You also quickly compare this approach to the rebuild of the Braves that’s happened over the last few years. Certainly, trading the defensively elite Andrelton Simmons goes against this philosophy. Adding Ender Inciarte and retaining Ozzie Albies rather than deal him, though, will make the Braves much more of a defensive unit. The 2018 Braves could, theoretically, have plus players defensively at five positions. Anthopoulos was following the same blueprint as Schuerholz here.

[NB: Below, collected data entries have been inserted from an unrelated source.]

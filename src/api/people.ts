import type {
  CreateUser,
  FirstPassPhrase,
  RenameUser,
  ReplacePassPhrase,
  SetRoles,
  SetUserActive,
  UserAnswer,
} from '#shared/schemas/users.ts'
import { api } from './client.ts'

export const fetchUsers = (signal?: AbortSignal) => api.get<UserAnswer[]>('/users', signal ? { signal } : {})
export const createUser = (request: CreateUser) => api.post<FirstPassPhrase>('/users', request)
export const renameUser = (id: string, request: RenameUser) => api.put<UserAnswer>(`/users/${id}/name`, request)
export const setRoles = (id: string, request: SetRoles) => api.put<UserAnswer>(`/users/${id}/roles`, request)
export const setUserActive = (id: string, request: SetUserActive) => api.put<UserAnswer>(`/users/${id}/activity`, request)
export const replacePassPhrase = (id: string, request: ReplacePassPhrase) =>
  api.post<FirstPassPhrase>(`/users/${id}/first-pass-phrase`, request)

Help your young pitching staff by improving the defense.

Chapter 7 – Leadership: Good People, Good Listening, Enthusiasm

Here are another 30 pages of leadership strategies. Yay…

Buck O’Neil | By KC Congdon [CC BY 2.0], via Wikimedia Commons
But there’s some good stuff hidden in the paragraphs that advise readers on how to build winning organizations. One – Schuerholz hired Buck O’Neil while in Kansas City. Like many of you, I was introduced to O’Neil while watching Ken Burns’ Baseball, the PBS nine-part documentary that quite fortunately aired during the fall of 1994 to give baseball fans something to watch as the sport was knee-deep into a work stoppage. O’Neil was heavily featured, especially in segments on the Negro Leagues. It was some of the most memorable parts of the 18-hour series.

As I read “Built to Win” and saw his name show up – oddly immediately following the second tidbit during this book on Rush Limbaugh – I found myself engrossed once again. The preceding pages just kind of run together, I’m sad to say. Schuerholz is not a gifted writer and as he dives deep into how he’s a leader, the book reaches a lull. But type the name “Buck O’Neil” and I’m all ears. Or eyes, since I’m reading.

O’Neil was hired during the mid-80’s as a Royals’ scout. He was also welcomed to come by the clubhouse, where he could be a mentor to anyone – even George Brett. Schuerholz tells a story about O’Neil that, if you’ve watched Baseball, won’t surprise you. As the two are in the middle of a conversation, O’Neil halts his boss and implores him to listen to batting practice. “It’s Bo Jackson hitting. We have to go out and watch, boss.” Schuerholz asked how he knew that and O’Neil said he’s heard that sound – the sweet crack of the bat – just three times. “Josh Gibson, Babe Ruth, and Bo Jackson.”

O’Neil passed away in 2006. In two years, the Baseball Hall of Fame will have a chance to right one of its greatest wrongs. Hopefully, they select O’Neil to be enshrined.

Schuerholz shares things about Dick Howser, Bobby Cox, and Leo Mazzone. The focus is on communication and working well with one another for a common good. I’ve always felt that what made Schuerholz, Cox, and Mazzone great was a clear and defined structure from the ground-up. Separately, I really don’t see one of the trio individually as one of the greatest ever. But together, they just clicked perfectly.

After that, Schuerholz corrects a misconception about who the first free agent he signed after taking the Braves job was. Terry Pendleton was the first player, but the first free agent was Dean Taylor to be his new Assistant GM. Second, he hired Ed Mangan as the new head groundskeeper. Mangan would head that job for years. Circling back to Taylor, the future Brewers GM had been an Assistant GM under Schuerholz in KC. He was the guy tasked with researching the archaic baseball regulations in regards to pine tar.

Yep, Schuerholz was the GM during the George Brett pine tar game. In the game, Brett hit a two-out, two-run homer off Goose Gossage to put the Royals up 5-4. Billy Martin complained about the pine tar on the bat exceeding regulations, which was a loosely enforced rule. He was correct, of course, and Brett was called out. The anger Brett showed in that game is classic. Taylor believed the rule detailed punishing players before the play took place, not punishing the team after. The decision would be quickly overruled.

Have you been reading along? Are there some observations I missed? Next up, we’ll finish off Built to Win’s last two chapters. Then, we’ll put this book on the shelf right next to Tomahawked before beginning our next book. I have two books on their way for April. Chipper Jones‘ “Ballplayer” and Matthew McConkey’s “Never Say Die: The 1914 Braves.” Do you have a preference?